_Task requirements_
Across the whole listing, filter for the string "next" and copy every line that has it.

_Input data_

import Box from '@mui/material/Box';
import Link from '@mui/material/Link';
import type { QuotePhoto } from '@/types/api';

const photoKindWords: Record<QuotePhoto['kind'], string> = {
  vehicle: 'Vehicle photo',
  'tyre-placard': 'Tyre placard photo',
};

/** A quote's photos as square thumbnails, each opening the full size in a new tab. */
export function PhotoThumbnails({
  photos,
  sizePx,
}: {
  photos: readonly QuotePhoto[];
  sizePx: number;
}) {
  return (
    <Box
      component="ul"
      sx={{ listStyle: 'none', p: 0, m: 0, display: 'flex', flexWrap: 'wrap', gap: 1.5 }}
    >
      {photos.map((photo, index) => (
        <li key={photo.id}>
          <Link href={photo.url} target="_blank" rel="noopener" sx={{ display: 'block' }}>
            <Box
              component="img"
              src={photo.thumbnailUrl}
              alt={`${photoKindWords[photo.kind]} ${index + 1} (opens the full size)`}
              width={sizePx}
              height={sizePx}
              sx={{
                display: 'block',
                objectFit: 'cover',
                borderRadius: 2,
                border: 1,
                borderColor: 'divider',
              }}
            />
          </Link>
        </li>
      ))}
    </Box>
  );
}
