function sameJson(a: unknown, b: unknown): boolean {
  return stableJson(a) === stableJson(b);
}

function stableJson(value: unknown): string {
  if (Array.isArray(value)) return `[${value.map(stableJson).join(',')}]`;
  if (typeof value === 'object' && value !== null) {
    const entries = Object.entries(value as Record<string, unknown>)
      .filter(([, item]) => item !== undefined)
      .sort(([a], [b]) => (a < b ? -1 : a > b ? 1 : 0));
    return `{${entries.map(([key, item]) => `${JSON.stringify(key)}:${stableJson(item)}`).join(',')}}`;
  }
  return JSON.stringify(value);
}

/** Only what changed, for PATCH. */
export function productChanges(product: Product, values: ProductFormValues): UpdateProductRequest {
  const next = productRequest(values);
  const current: CreateProductRequest = {
    sku: product.sku,
    kind: product.kind,
    name: product.name,
    brand: product.brand,
    description: product.description,
    priceCents: product.priceCents,
    labourMinutes: product.labourMinutes,
    bayKind: product.bayKind,
    stockQty: product.stockQty,
    leadDays: product.leadDays,
    active: product.active,
    fitsVehicleModelIds: [...product.fitsVehicleModelIds].sort(),
    attributes: product.attributes,
  };
  const changes: Record<string, unknown> = {};
  for (const key of Object.keys(next) as (keyof CreateProductRequest)[]) {
    if (!sameJson(next[key], current[key])) changes[key] = next[key];
  }
  return changes as UpdateProductRequest;
}
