@app.command()
def rank(study: Path = typer.Argument(..., help=STUDY_HELP)) -> None:
    """Print the classic prey model per scenario: profitability ranking and diets.

    Example (after riskdiet demo): riskdiet rank riskdiet-demo/harrow-vale.xlsx
    """
    from riskdiet.report.text import classic_summary

    _stdout().print(classic_summary(_solved(study)))


@app.command()
def compare(study: Path = typer.Argument(..., help=STUDY_HELP)) -> None:
    """Compare scenarios in one table, with changes against the baseline.

    Example (after riskdiet demo): riskdiet compare riskdiet-demo/harrow-vale.xlsx
    """
    from riskdiet.analysis.compare import comparison_table
    from riskdiet.report.text import comparison_renderables

    result = _solved(study)
    console = _stdout()
    for table in comparison_renderables(comparison_table(result), max(console.width, 100)):
        console.print(table)
    for s in result.scenarios:
        console.print(f"\n{s.name}:")
        for line in s.findings:
            console.print(f"  - {line}")


@app.command()
def template(
    path: Path = typer.Argument(..., help="Workbook to write (.xlsx)."),
    force: bool = typer.Option(False, "--force", help="Replace an existing file."),
) -> None:
    """Write a blank study workbook to fill in (a Read me sheet explains every field).

    Example: riskdiet template my-study.xlsx
    """
    from riskdiet.io.template import write_template

    with _guard():
        written = write_template(path, force=force)
    typer.echo(f"wrote {written}; fill it in, then run: riskdiet check {written}")


@app.command()
def check(study: Path = typer.Argument(..., help=STUDY_HELP)) -> None:
    """Check a study file and print what riskdiet read from it (exit 2 if invalid).

    Example: riskdiet check my-study.xlsx
    """
    from riskdiet.report.check import check_text

    with _guard():
        # load_study runs every validation the other commands run (map settings included)
        loaded = _load(study, warn=False)
        text = check_text(loaded)
    _stdout().print(text, end="")


@app.command()
def brief(
    study: Path = typer.Argument(..., help=STUDY_HELP),
    out: Path | None = typer.Option(None, "--out", help="PDF to write (default: the study's "
                                    "name with -brief.pdf, beside the study)."),
    paper: str = typer.Option("a4", "--paper", help="Paper size: a4 or letter."),
    date: str | None = typer.Option(None, "--date", help="Date printed on the brief, "
                                    "YYYY-MM-DD (default: the study's report_date setting, "
                                    "else the study file's modification date)."),
    figures: Path | None = typer.Option(None, "--figures", help="Also write every figure "
                                        "as PNG (300 dpi) and SVG into this folder."),
    force: bool = typer.Option(False, "--force", help="Replace existing output files."),
) -> None:
    """Write the PDF brief: findings, inputs, decisions, predicted kills, cautions.

    Example (after riskdiet demo): riskdiet brief riskdiet-demo/harrow-vale.xlsx --out
    brief.pdf
    """
    from riskdiet.io.atomic import OutputSet
    from riskdiet.report.brief import brief_date, write_brief

    target = out if out is not None else study.with_name(f"{study.stem}-brief.pdf")
    outputs = OutputSet(force, (study,))
    with _guard(outputs):
        if target.suffix.lower() != ".pdf":
            raise StudyError([Problem(f"--out {target}", "a file name ending in .pdf",
                                      f'"{target.suffix or "no ending"}"')])
        loaded = _load(study)
        brief_date(loaded, date)  # a bad --date fails before the computation
        outputs.plan(target)
        if figures is not None:
            from riskdiet.report.figures import decision_figure_keys

            for key in decision_figure_keys(loaded):
                for suffix in (".png", ".svg"):
                    outputs.plan(figures / f"{key}{suffix}")
        result = _solve_showing_progress(loaded)
        fitted = None
        if loaded.observations and loaded.settings.fit:
            # the brief's "Fit to field records" section (MODEL.md section 10)
            fitted = _run_fit(loaded, 1)
        # a study with ranges gets its intervals and sensitivity (settings draws and seed)
        unc = (_run_uncertainty(loaded, None, None, 1, None, False, True)
               if loaded.uncertainty else None)
        written = write_brief(result, target, paper=paper.strip().lower(), date=date,
                              force=force, figures_dir=figures, outputs=outputs, fit=fitted,
                              uncertainty=unc)
        outputs.commit()
    typer.echo(f"wrote {written[0]}")
    if figures is not None:
        typer.echo(f"wrote {len(written) - 1} figure files into {figures}")
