"""Tests for ``aoi_fix.cohort``: participants and ages, exclusions, session and cohort tables.

The cohort is four small simulated sessions (``aoi_fix.simulate``, the
``infant_60hz_noisy`` style, two 2-s trials each) with known ages.  Two are
built to fail the exclusion rules: ``c2`` loses all gaze in its first trial
(``flag_low_validity`` -> a ``low_validity`` trial exclusion) and ``c3`` in both
trials (both excluded, so the session has no usable trial and is dropped
with ``too_few_trials``).  The session table is checked against a
recomputation from the per-trial tables written here with pandas groupby.
"""

from __future__ import annotations

import json
import shutil
from pathlib import Path

import numpy as np
import pandas as pd
import pytest
from typer.testing import CliRunner

from aoi_fix import simulate
from aoi_fix.batch import batch, combine_sessions, read_combined, session_folder
from aoi_fix.cli import app
from aoi_fix.cohort import (DAYS_PER_MONTH, EXCLUSION_COLUMNS, REASONS,
                            SESSION_SUMMARY_COLUMNS, data_dictionary, exclusion_counts,
                            participant_of_sessions, read_participants, session_summary,
                            trial_exclusions)
from aoi_fix.config import Quality
from aoi_fix.errors import InputFormatError
from aoi_fix.output import read_table
from aoi_fix.pipeline import convert

ROOT = Path(__file__).resolve().parent.parent
IDS = ["c0", "c1", "c2", "c3"]
AGES = {"c0": 300.0, "c1": 365.0, "c2": 512.5, "c3": 700.0}
WHO = {"c0": "p1", "c1": "p2", "c2": "p1", "c3": "p3"}  # p1 seen twice (longitudinal)
runner = CliRunner()


def _err(result) -> str:
    return getattr(result, "stderr", None) or result.output


def _blank_trials(folder: Path, trials: list[str]) -> None:
    """Remove the gaze of every sample inside the given trials (heavy data loss)."""
    s = pd.read_csv(folder / "samples.csv", dtype=str, keep_default_na=False)
    tr = pd.read_csv(folder / "trials.csv", dtype={"trial": str})
    t = s["clock_ms"].astype(float)
    lost = np.zeros(len(s), bool)
    for _, r in tr[tr["trial"].isin(trials)].iterrows():  # a loop over trials
        lost |= (t >= r["start"]).to_numpy() & (t < r["end"]).to_numpy()
    s.loc[lost, ["gaze_h_px", "gaze_v_px"]] = ""
    s.to_csv(folder / "samples.csv", index=False)


@pytest.fixture(scope="module")
def template(tmp_path_factory) -> Path:
    root = tmp_path_factory.mktemp("cohort")
    for i, sid in enumerate(IDS):
        ses = simulate.simulate_session("infant_60hz_noisy", n_trials=2, trial_ms=2000,
                                        seed=10 + i)
        paths = simulate.write_session(ses, root / "sessions" / sid)
        if i == 0:
            shutil.copy(paths["study"], root / "study.toml")
            shutil.copy(paths["aois"], root / "aois.csv")
        paths["study"].unlink()
        paths["aois"].unlink()
    _blank_trials(root / "sessions" / "c2", ["1"])
    _blank_trials(root / "sessions" / "c3", ["1", "2"])
    (root / "sessions.csv").write_text("session,samples,trials,checks\n" + "".join(
        f"{s},sessions/{s}/samples.csv,sessions/{s}/trials.csv,sessions/{s}/checks.csv\n"
        for s in IDS))
    (root / "participants.csv").write_text("participant,session,age_days,group\n" + "".join(
        f"{WHO[s]},{s},{AGES[s]},x\n" for s in IDS))
    return root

_Exercise answer_
  const next = productRequest(values);
  for (const key of Object.keys(next) as (keyof CreateProductRequest)[]) {
    if (!sameJson(next[key], current[key])) changes[key] = next[key];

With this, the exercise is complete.